**Exercise details**
Between the line containing "lengthFt: number; readonly" and the line containing "export const logsOfStem" lies a run of lines; give that run again exactly, with both of those lines, and nothing else from the entries below.

⁂

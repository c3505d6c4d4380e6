import type { LogShape } from './log-shape.ts';

/** A felled stem, measured inside bark at some places from the butt. */
export interface Stem {
  readonly measures: readonly { readonly fromButtFt: number; readonly diameterIn: number }[];
  /** Stretches that no log may hold: a crotch, rot, a metal spike. */
  readonly leaveOut?: readonly { readonly fromFt: number; readonly toFt: number }[];
}

export interface BuckingRules {
  /** Lengths that logs may have, ft, without trim. */
  readonly lengthsFt: readonly number[];
  /** Left on every log over its length, in (common practice 4–6 in). */
  readonly trimIn: number;
  /** The mill's longest log, ft, trim and all. */
  readonly longestFt?: number | undefined;
  readonly shortestEndIn?: number | undefined;
}

export interface BuckedLog {
  readonly fromButtFt: number;
  /** Without trim. */
  readonly lengthFt: number;
  /** Where the saw goes, trim and all. */
  readonly smallEndIn: number;
  readonly largeEndIn: number;
  readonly value: number;
}

export interface Bucked {
  readonly logs: readonly BuckedLog[];
  readonly value: number;
  /** Not in any log, ft. */
  readonly leftFt: number;
}

/** The saw's places along the stem: every whole inch. */
export const STEPS_PER_FT = 12;

/** Diameter of a stem at a height, straight between measures; past the last one nothing is known. */
export function diameterAt(stem: Stem, fromButtFt: number): number {
  const measures = [...stem.measures].sort((a, b) => a.fromButtFt - b.fromButtFt);
  const above = measures.findIndex((each) => each.fromButtFt >= fromButtFt - 1e-9);
  const high = measures[above];
  if (!high) return 0;
  const low = measures[above - 1] ?? high;
  const span = high.fromButtFt - low.fromButtFt;
  return span <= 0 ? high.diameterIn : low.diameterIn + ((high.diameterIn - low.diameterIn) * (fromButtFt - low.fromButtFt)) / span;
}

/** A log that may be cut from a stem: from step `from` to step `top`, its trim at the top. */
export interface CutBetween extends LogShape {
  readonly from: number;
  readonly top: number;
  readonly largeEndIn: number;
  /**
   * The straight log that lies in the stem's wood all along, its large end less than its own where the butt flares; without the trim,
   * in which no board lies.
   */
  readonly straight: LogShape & { readonly largeEndIn: number };
}

/** A stem in steps of an inch from the butt, with the rules of its cuts. */
export interface StemSteps {
  readonly lengthFt: number;
  /** The last whole inch. */
  readonly end: number;
  readonly trim: number;
  /** Lengths within the mill's longest, ft, rising. */
  readonly lengthsFt: readonly number[];
  /** Where a bad stretch ends and a log may begin, rising. */
  readonly clearFrom: readonly number[];
  /** Diameter to the smaller 1/8 in. */
  readonly diameterIn: (step: number) => number;
  /** The log of a length that begins at a step; null when it passes the top, holds a bad stretch or has too small an end. */
  readonly cut: (from: number, lengthFt: number) => CutBetween | null;
}

/** Prepares a stem for cutting at whole inches. */
export function stemSteps(stem: Stem, { lengthsFt, trimIn, longestFt = Infinity, shortestEndIn = 4 }: BuckingRules): StemSteps {
  const lengthFt = stem.measures.reduce((most, { fromButtFt }) => Math.max(most, fromButtFt), 0);
  const end = Math.floor(lengthFt * STEPS_PER_FT + 1e-9);
  const at = Array.from({ length: end + 1 }, (_, step) => Math.floor(diameterAt(stem, step / STEPS_PER_FT) * 8 + 1e-9) / 8);
  const leaveOut = (stem.leaveOut ?? []).map(({ fromFt, toFt }) => [fromFt * STEPS_PER_FT, toFt * STEPS_PER_FT] as const);
  const kinks = stem.measures.map(({ fromButtFt, diameterIn }) => [fromButtFt * STEPS_PER_FT, diameterIn] as const);
  const trim = Math.ceil(trimIn);
  const diameterIn = (step: number): number => at[step] ?? 0;
  // The largest end of a log that tapers straight to its small end and nowhere leaves the wood.
  const straightTo = (from: number, top: number): number => {
    const small = diameterIn(top);
    const large = kinks.reduce((least, [place, diameter]) => (place <= from || place >= top ? least : Math.min(least, small + ((diameter - small) * (top - from)) / (top - place))), diameterIn(from));
    return Math.max(small, Math.floor(large * 8 + 1e-9) / 8);
  };
  return {
    lengthFt, end, trim, diameterIn,
    lengthsFt: [...new Set(lengthsFt)].filter((feet) => feet > 0 && feet + trimIn / 12 <= longestFt + 1e-9).sort((a, b) => a - b),
    clearFrom: leaveOut.map(([, to]) => Math.ceil(to - 1e-9)).filter((step) => step < end).sort((a, b) => a - b),
    cut: (from, feet) => {
      const top = from + Math.round(feet * STEPS_PER_FT) + trim;
      if (from < 0 || top > end || leaveOut.some(([low, high]) => low < top - 1e-9 && high > from + 1e-9)) return null;
      const largeEndIn = diameterIn(from);
      const smallEndIn = Math.min(diameterIn(top), largeEndIn);
      if (smallEndIn < shortestEndIn) return null;
      const nominal = top - trim;
      return { from, top, smallEndIn, largeEndIn, lengthFt: feet, straight: { smallEndIn: diameterIn(nominal), largeEndIn: straightTo(from, nominal), lengthFt: feet } };
    },
  };
}

/**
 * Where to cut a stem to length for the most value: exact over every cut at a whole inch, by dynamic programming from the butt.
 * Wood may be left out anywhere; a log never holds a stretch to leave out, and carries its trim at the top.
 * @param worth what a log is worth: by a log rule, or by its best sawing plan for the sizes wanted, its large end the straight one. It is asked for each place and
 *   length once, with diameters to the nearest smaller 1/8 in.
 */
export function buck(stem: Stem, rules: BuckingRules, worth: (log: LogShape) => number): Bucked {
  const { lengthFt, end, trim, lengthsFt, cut } = stemSteps(stem, rules);
  const known = new Map<string, number>();
  const worthOf = (log: LogShape): number => {
    const key = `${log.smallEndIn} ${log.largeEndIn ?? ''} ${log.lengthFt}`;
    const found = known.get(key) ?? worth(log);
    known.set(key, found);
    return found;
  };
  // The best that the wood from each place up gives, from the top down.
  const best = new Float64Array(end + 1);
  const taken: (BuckedLog | undefined)[] = [];
  for (let step = end - 1; step >= 0; step--) {
    let value = best[step + 1] as number;
    for (const feet of lengthsFt) {
      const found = cut(step, feet);
      if (!found) continue;
      const { from, top, straight, ...log } = found;
      const own = worthOf({ ...log, largeEndIn: Math.max(log.smallEndIn, straight.largeEndIn) });
      // Of two ways that are worth the same, the one that begins nearer the butt and has the longer log.
      if (own > 0 && own + (best[top] as number) > value - 1e-9) {
        value = own + (best[top] as number);
        taken[step] = { ...log, fromButtFt: from / STEPS_PER_FT, value: own };
      }
    }
    best[step] = value;
  }
  const logs: BuckedLog[] = [];
  for (let step = 0; step < end; ) {
    const log = taken[step];
    if (!log) {
      step += 1;
      continue;
    }
    logs.push(log);
    step += Math.round(log.lengthFt * STEPS_PER_FT) + trim;
  }
  return { logs, value: best[0] ?? 0, leftFt: leftOver(lengthFt, logs, trim) };
}

/** What of a stem is in no log, ft; the trim of a log is in it. @param trim steps */
export const leftOver = (stemFt: number, logs: readonly { readonly lengthFt: number }[], trim: number): number => Math.max(0, stemFt - logs.reduce((sum, log) => sum + log.lengthFt + trim / STEPS_PER_FT, 0));
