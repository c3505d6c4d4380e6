import { createTransport, type Transporter } from 'nodemailer';
import { env } from '../env.ts';

/** A message as it waits in the queue: already worded, so that sending needs nothing else. */
export interface MailMessage {
  readonly to: string;
  readonly subject: string;
  readonly text: string;
  readonly html: string;
  /** A calendar invitation or a receipt. `content` is base64. */
  readonly attachments?: readonly { readonly filename: string; readonly contentType: string; readonly content: string }[];
  /** A calendar event that mail programs offer to accept. */
  readonly calendar?: { readonly method: 'REQUEST' | 'CANCEL' | 'PUBLISH'; readonly ics: string };
  /** The address that ends such letters: mail programs post to it (RFC 2369, RFC 8058). */
  readonly unsubscribe?: string;
}

let transport: Transporter | undefined;

/** Hands one message to the mail server. @throws when it is not accepted; the queue tries again. */
export async function sendMail(message: MailMessage): Promise<void> {
  transport ??= createTransport(env().MAIL_URL);
  await transport.sendMail({
    from: env().MAIL_FROM,
    to: message.to,
    subject: message.subject,
    text: message.text,
    html: message.html,
    attachments: (message.attachments ?? []).map((file) => ({ filename: file.filename, contentType: file.contentType, content: Buffer.from(file.content, 'base64') })),
    ...(message.unsubscribe ? { headers: { 'List-Unsubscribe': `<${message.unsubscribe}>`, 'List-Unsubscribe-Post': 'List-Unsubscribe=One-Click' } } : {}),
    ...(message.calendar ? { icalEvent: { method: message.calendar.method, content: message.calendar.ics, filename: 'invitation.ics' } } : {}),
  });
}

/** Whether the mail server answers, for the health page. */
export async function mailAnswers(): Promise<boolean> {
  try {
    transport ??= createTransport(env().MAIL_URL);
    return await transport.verify();
  } catch {
    return false;
  }
}
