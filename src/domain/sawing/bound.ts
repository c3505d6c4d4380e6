import type { Stock } from './pieces.ts';

/**
 * What no plan of any pattern passes, by area. Foot by foot along the log, boards widened by a kerf do not overlap and lie within
 * the wood widened by a kerf's half diagonal, so their sections cannot be worth more than that circle at the best worth per area.
 */
export function areaBound(stock: Stock): number {
  const { kerf, lengthsFt, groups } = stock;
  const lengths = lengthsFt.map((_, index) => index).reverse(); // shortest first
  return lengths.reduce((sum, length, order) => {
    const shorter = lengths[order - 1];
    let density = 0;
    for (const { thickness, widths } of groups) {
      for (const { width, choices } of widths) {
        const worthTo = (index: number | undefined): number =>
          index === undefined ? 0 : choices.reduce((most, choice) => (choice.length >= index ? Math.max(most, choice.value) : most), 0);
        density = Math.max(density, (worthTo(length) - worthTo(shorter)) / ((width + kerf) * (thickness + kerf)));
      }
    }
    const radius = Math.sqrt(stock.radiusSquared[length] ?? 0) + kerf * Math.SQRT1_2;
    return sum + density * Math.PI * radius ** 2;
  }, 0);
}

/** Words for what a bound covers, to stand beside it. */
export const BOUND_COVERS = {
  live: 'every live plan of this log, at any opening',
  cant: 'every plan of this log in layers round a cant, wherever its faces lie',
  quartersawn: 'every quartersawn plan of this log, at any opening',
  best: 'every live, cant and quartersawn plan of this log',
} as const;

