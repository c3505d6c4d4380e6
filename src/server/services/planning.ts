import type { CutListAnswer, CutListRequest } from '~/domain/sawing/cut-list.ts';
import { type Expected, expectedLumber, isQuick, type LumberRequest } from '~/domain/sawing/expected.ts';
import type { ListingPlan, ListingPlanRequest } from '~/domain/sawing/listing-plan.ts';
import type { SawPlan, SawPlanRequest } from '~/domain/sawing/saw-plan.ts';
import type { StemListPlan, StemListRequest } from '~/domain/sawing/stem-list.ts';
import type { StemPlan, StemRequest } from '~/domain/sawing/stem-plan.ts';
import type { Work } from './planning-thread.ts';
import { Thread } from './thread.ts';

type PlanningThread = Thread<Work>;
const planningThread = (): PlanningThread => new Thread('planning-thread.mjs');

const MOST_MS = 60_000;
/** The calculators are for anyone, so they have threads of their own and less time. */
const CALCULATOR_MOST_MS = 20_000;
const LIST_MOST_MS = 15_000;

// What bids wait for never waits for the calculators.
const plans = planningThread();
const calculators = planningThread();
/** Two cut lists at a time. */
const lists = [planningThread(), planningThread()] as const;

/** The saw plan of one log. @param asker who asks @throws Refusal `unavailable` when it takes too long or too many wait, `tooMany` when the asker has enough in hand */
export const planLog = (request: SawPlanRequest, asker: string): Promise<SawPlan> => calculators.ask({ kind: 'saw-plan', request }, { mostMs: CALCULATOR_MOST_MS, asker });

/** A cut list over many logs. @param asker who asks @throws Refusal as `planLog` */
export function planCutList(request: CutListRequest, asker: string): Promise<CutListAnswer> {
  const thread = lists[0].waiting <= lists[1].waiting ? lists[0] : lists[1];
  return thread.ask({ kind: 'cut-list', request }, { mostMs: LIST_MOST_MS, asker });
}

/** Answers worked out before, by what was asked: a bid's form, its page and its placing ask the same. */
class Kept<Request, T> {
  private readonly known = new Map<string, Promise<T>>();
  constructor(private readonly most: number) {}

  answer(request: Request, work: () => Promise<T>): Promise<T> {
    const key = JSON.stringify(request);
    const known = this.known.get(key);
    if (known) return known;
    const found = work();
    found.catch(() => this.known.delete(key));
    this.known.set(key, found);
    const oldest = this.known.size > this.most ? this.known.keys().next() : undefined;
    if (oldest && !oldest.done) this.known.delete(oldest.value);
    return found;
  }
}

const lumber = new Kept<LumberRequest, Expected>(200);
const listings = new Kept<ListingPlanRequest, ListingPlan>(100);
/** Listings are planned apart from single logs: they take longer. */
const listingThread = planningThread();

/** The lumber that a mill is expected to saw from some logs: in a thread, unless it is done sooner than handed over. @throws unavailable when too many wait. */
export const planLumber = (request: LumberRequest): Promise<Expected> =>
  lumber.answer(request, async () => {
    if (isQuick(request)) return expectedLumber(request.logs, request.mill, request.wanted, request.measuredBy);
    return plans.ask<Expected>({ kind: 'lumber', request }, { mostMs: MOST_MS });
  });

const stems = new Kept<StemRequest, StemPlan>(50);

/** Where to cut a stem for the boards of its logs, worked out in a thread. @param asker who asks @throws Refusal as `planLog` */
export const planStemBoards = (request: StemRequest, asker: string): Promise<StemPlan> => stems.answer(request, () => calculators.ask<StemPlan>({ kind: 'stem', request }, { mostMs: CALCULATOR_MOST_MS, asker }));

const stemLists = new Kept<StemListRequest, StemListPlan>(50);

/** Where to cut a stem for a cut list, worked out in a thread. @param asker who asks @throws Refusal as `planLog` */
export const planStemList = (request: StemListRequest, asker: string): Promise<StemListPlan> =>
  stemLists.answer(request, () => calculators.ask<StemListPlan>({ kind: 'stem-list', request }, { mostMs: CALCULATOR_MOST_MS, asker }));

/** The boards of a whole listing on one mill, worked out in a thread. @param asker who asks; nobody for our own jobs @throws Refusal as `planLog` */
export const planListing = (request: ListingPlanRequest, asker?: string): Promise<ListingPlan> => listings.answer(request, () => listingThread.ask<ListingPlan>({ kind: 'listing', request }, { mostMs: MOST_MS, asker }));
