/** A linear model in whole numbers or fractions, and what a solver makes of it. The solver itself is handed in: see `services/solver.ts`. */
export interface Model {
  readonly columns: readonly { readonly cost: number; readonly most: number; readonly whole: boolean }[];
  /** Σ coefficient × column ≥ (or ≤) `rest`. */
  readonly rows: readonly { readonly terms: readonly (readonly [column: number, coefficient: number])[]; readonly sign: '>=' | '<='; readonly rest: number }[];
}

export interface Solution {
  /** Proven least; otherwise the best found in the time. */
  readonly proven: boolean;
  readonly cost: number;
  readonly columns: readonly number[];
  /** What one more of each row's right-hand side costs; zeros for a model with whole columns. */
  readonly prices: readonly number[];
}

/** Minimises a model within some seconds; null when nothing was found. */
export type Solver = (model: Model, seconds: number) => Solution | null;

/** The model in the text form (CPLEX LP) that solvers read: columns `c0…`, rows `r0…`. */
export function modelText({ columns, rows }: Model): string {
  const sum = (terms: readonly (readonly [number, number])[]): string =>
    terms.length === 0 ? '0 c0' : terms.map(([column, coefficient], index) => `${coefficient < 0 ? '-' : '+'} ${Math.abs(coefficient)} c${column}${index % 12 === 11 ? '\n' : ''}`).join(' ');
  const whole = columns.flatMap(({ whole: is }, index) => (is ? [`c${index}`] : []));
  return [
    'Minimize',
    ` cost: ${sum(columns.map(({ cost }, index) => [index, cost] as const).filter(([, cost]) => cost !== 0))}`,
    'Subject To',
    ...rows.map(({ terms, sign, rest }, index) => ` r${index}: ${sum(terms)} ${sign} ${rest}`),
    'Bounds',
    ...columns.map(({ most }, index) => ` 0 <= c${index}${Number.isFinite(most) ? ` <= ${most}` : ''}`),
    ...(whole.length > 0 ? ['Generals', ...whole.map((name, index) => ` ${name}${index % 20 === 19 ? '\n' : ''}`)] : []),
    'End',
  ].join('\n');
}
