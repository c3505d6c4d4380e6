import { boardFeetByRule, type LogRule } from '../timber/log-rules.ts';
import type { LogGroup } from '../timber/logs-in-url.ts';
import { wholeFeet, wholeInches } from '../timber/rounding.ts';
import { buck, type Bucked, type BuckingRules, type Stem } from './bucking.ts';
import type { LogShape } from './log-shape.ts';

/** What a log is worth by a log rule: its scale, as a scaler reads the table. */
const scaleBy = (rule: LogRule) => ({ smallEndIn, lengthFt }: LogShape): number => boardFeetByRule(rule, wholeInches(smallEndIn), wholeFeet(lengthFt));

export interface StemPlan {
  readonly best: Bucked;
  /** The best that logs of a single length give, for comparison; null when only one length was allowed. */
  readonly oneLength: { readonly lengthFt: number; readonly value: number } | null;
}

/** Where to cut a stem so that its logs scale most by a rule, and what cutting everything to one length would give. */
export function planStem(stem: Stem, rules: BuckingRules, rule: LogRule): StemPlan {
  const best = buck(stem, rules, scaleBy(rule));
  const alone = rules.lengthsFt.map((lengthFt) => ({ lengthFt, value: buck(stem, { ...rules, lengthsFt: [lengthFt] }, scaleBy(rule)).value }));
  return { best, oneLength: alone.length < 2 ? null : alone.reduce((most, one) => (one.value > most.value ? one : most)) };
}

/** The logs of a plan as the estimator and a listing take them: full length, trim and all. */
export const logsOfStem = ({ logs }: Bucked, species: string, trimIn: number): LogGroup[] =>
  logs.map(({ smallEndIn, largeEndIn, lengthFt }) => ({ species, smallEndIn, largeEndIn, lengthFt: lengthFt + trimIn / 12, count: 1 }));
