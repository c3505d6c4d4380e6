import type { PieceRead } from '../listing/rows.ts';
import { greenSize } from './green-size.ts';

/** A piece of a cut list with what is sawn for it. */
export interface SawnPiece extends PieceRead {
  readonly id: string;
  readonly green: { readonly thicknessIn: number; readonly widthIn: number };
}

/** The pieces of a cut list with the green sizes that are sawn for them. */
export const sawnPieces = (pieces: readonly PieceRead[]): SawnPiece[] => pieces.map((piece, index) => ({ ...piece, id: String(index + 1), green: greenSize(piece) }));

⁂

**Response box**
  readonly oneLength: { readonly lengthFt: number; readonly value: number } | null;
}

/** Where to cut a stem so that its logs scale most by a rule, and what cutting everything to one length would give. */
export function planStem(stem: Stem, rules: BuckingRules, rule: LogRule): StemPlan {
  const best = buck(stem, rules, scaleBy(rule));
  const alone = rules.lengthsFt.map((lengthFt) => ({ lengthFt, value: buck(stem, { ...rules, lengthsFt: [lengthFt] }, scaleBy(rule)).value }));
  return { best, oneLength: alone.length < 2 ? null : alone.reduce((most, one) => (one.value > most.value ? one : most)) };
}

/** The logs of a plan as the estimator and a listing take them: full length, trim and all. */
export const logsOfStem = ({ logs }: Bucked, species: string, trimIn: number): LogGroup[] =>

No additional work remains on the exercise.